• Task goal
Each line of the material should be output exactly as shown.

• Available data
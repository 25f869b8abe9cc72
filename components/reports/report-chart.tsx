"use client";

import {
  Bar,
  BarChart,
  CartesianGrid,
  Legend,
  Line,
  LineChart,
  ResponsiveContainer,
  Tooltip,
  XAxis,
  YAxis,
} from "recharts";

export interface Series {
  key: string;
  label: string;
  colour: string;
  /** Bars with the same stack id are stacked. */
  stack?: string;
}

const INK = "#3d4f54";
const GRID = "#ddd6c6";

/**
 * One chart for the reports: a line (over time) or bars (by category). The table beside it holds
 * the same numbers; the chart only helps the eye, so it is one named picture and no tab stop
 * (recharts' keyboard layer is off: it made each chart an unnamed stop of its own).
 */
export function ReportChart({
  type,
  data,
  xKey,
  series,
  unit,
  label,
}: {
  type: "line" | "bar";
  data: Record<string, string | number | null>[];
  xKey: string;
  series: Series[];
  unit: string;
  label: string;
}) {
  if (!data.length)
    return (
      <p className="flex h-56 items-center justify-center rounded-md bg-paper-sunk text-sm text-ink-faint">
        No figures in this period.
      </p>
    );
  const fmt = (v: unknown) =>
    typeof v === "number"
      ? `${v.toLocaleString("en", { maximumFractionDigits: 2 })}${unit === "%" ? " %" : unit ? ` ${unit}` : ""}`
      : String(v ?? "–");
  const axis = { stroke: INK, fontSize: 14, tickLine: false };
  return (
    <figure role="img" aria-label={`${label} (the table beside it gives the figures)`} className="h-64 w-full">
      <ResponsiveContainer width="100%" height="100%">
        {type === "line" ? (
          <LineChart accessibilityLayer={false} data={data} margin={{ top: 8, right: 12, bottom: 4, left: 0 }}>
            <CartesianGrid stroke={GRID} strokeDasharray="3 3" />
            <XAxis dataKey={xKey} {...axis} />
            <YAxis
              {...axis}
              width={48}
              unit={unit === "%" ? "%" : ""}
              domain={unit === "%" ? [0, 100] : ["auto", "auto"]}
            />
            <Tooltip formatter={(v) => fmt(v)} />
            {series.length > 1 && <Legend />}
            {series.map((s) => (
              <Line
                key={s.key}
                type="monotone"
                dataKey={s.key}
                name={s.label}
                stroke={s.colour}
                strokeWidth={2.5}
                dot={{ r: 3 }}
                connectNulls
                isAnimationActive={false}
              />
            ))}
          </LineChart>
        ) : (
          <BarChart accessibilityLayer={false} data={data} margin={{ top: 8, right: 12, bottom: 4, left: 0 }}>
            <CartesianGrid stroke={GRID} strokeDasharray="3 3" vertical={false} />
            <XAxis
              dataKey={xKey}
              {...axis}
              interval={0}
              {...(data.length > 4 ? { angle: -35, textAnchor: "end", height: 56 } : {})}
            />
            <YAxis {...axis} width={56} />
            <Tooltip formatter={(v) => fmt(v)} />
            {series.length > 1 && <Legend />}
            {series.map((s) => (
              <Bar
                key={s.key}
                dataKey={s.key}
                name={s.label}
                fill={s.colour}
                stackId={s.stack}
                isAnimationActive={false}
                radius={s.stack ? 0 : [3, 3, 0, 0]}
              />
            ))}
          </BarChart>
        )}
      </ResponsiveContainer>
    </figure>
  );
}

• Result of this task
repository 25f869b8abe9cc72
filename components/reports/report-chart.tsx
"use client";

import {
  Bar,
  BarChart,
  CartesianGrid,
  Legend,
  Line,
  LineChart,
  ResponsiveContainer,
  Tooltip,
  XAxis,
  YAxis,
} from "recharts";

export interface Series {
  key: string;
  label: string;
  colour: string;
  /** Bars with the same stack id are stacked. */
  stack?: string;
}

const INK = "#3d4f54";
const GRID = "#ddd6c6";

/**
 * One chart for the reports: a line (over time) or bars (by category). The table beside it holds
 * the same numbers; the chart only helps the eye, so it is one named picture and no tab stop
 * (recharts' keyboard layer is off: it made each chart an unnamed stop of its own).
 */
export function ReportChart({
  type,
  data,
  xKey,
  series,
  unit,
  label,
}: {
  type: "line" | "bar";
  data: Record<string, string | number | null>[];
  xKey: string;
  series: Series[];
  unit: string;
  label: string;
}) {
  if (!data.length)
    return (
      <p className="flex h-56 items-center justify-center rounded-md bg-paper-sunk text-sm text-ink-faint">
        No figures in this period.
      </p>
    );
  const fmt = (v: unknown) =>
    typeof v === "number"
      ? `${v.toLocaleString("en", { maximumFractionDigits: 2 })}${unit === "%" ? " %" : unit ? ` ${unit}` : ""}`
      : String(v ?? "–");
  const axis = { stroke: INK, fontSize: 14, tickLine: false };
  return (
    <figure role="img" aria-label={`${label} (the table beside it gives the figures)`} className="h-64 w-full">
      <ResponsiveContainer width="100%" height="100%">
        {type === "line" ? (
          <LineChart accessibilityLayer={false} data={data} margin={{ top: 8, right: 12, bottom: 4, left: 0 }}>
            <CartesianGrid stroke={GRID} strokeDasharray="3 3" />
            <XAxis dataKey={xKey} {...axis} />
            <YAxis
              {...axis}
              width={48}
              unit={unit === "%" ? "%" : ""}
              domain={unit === "%" ? [0, 100] : ["auto", "auto"]}
            />
            <Tooltip formatter={(v) => fmt(v)} />
            {series.length > 1 && <Legend />}
            {series.map((s) => (
              <Line
                key={s.key}
                type="monotone"
                dataKey={s.key}
                name={s.label}
                stroke={s.colour}
                strokeWidth={2.5}
                dot={{ r: 3 }}
                connectNulls
                isAnimationActive={false}
              />
            ))}
          </LineChart>
        ) : (
          <BarChart accessibilityLayer={false} data={data} margin={{ top: 8, right: 12, bottom: 4, left: 0 }}>
            <CartesianGrid stroke={GRID} strokeDasharray="3 3" vertical={false} />
            <XAxis
              dataKey={xKey}
              {...axis}
              interval={0}
              {...(data.length > 4 ? { angle: -35, textAnchor: "end", height: 56 } : {})}
            />
            <YAxis {...axis} width={56} />
            <Tooltip formatter={(v) => fmt(v)} />
            {series.length > 1 && <Legend />}
            {series.map((s) => (
              <Bar
                key={s.key}
                dataKey={s.key}
                name={s.label}
                fill={s.colour}
                stackId={s.stack}
                isAnimationActive={false}
                radius={s.stack ? 0 : [3, 3, 0, 0]}
              />
            ))}
          </BarChart>
        )}
      </ResponsiveContainer>
    </figure>
  );
}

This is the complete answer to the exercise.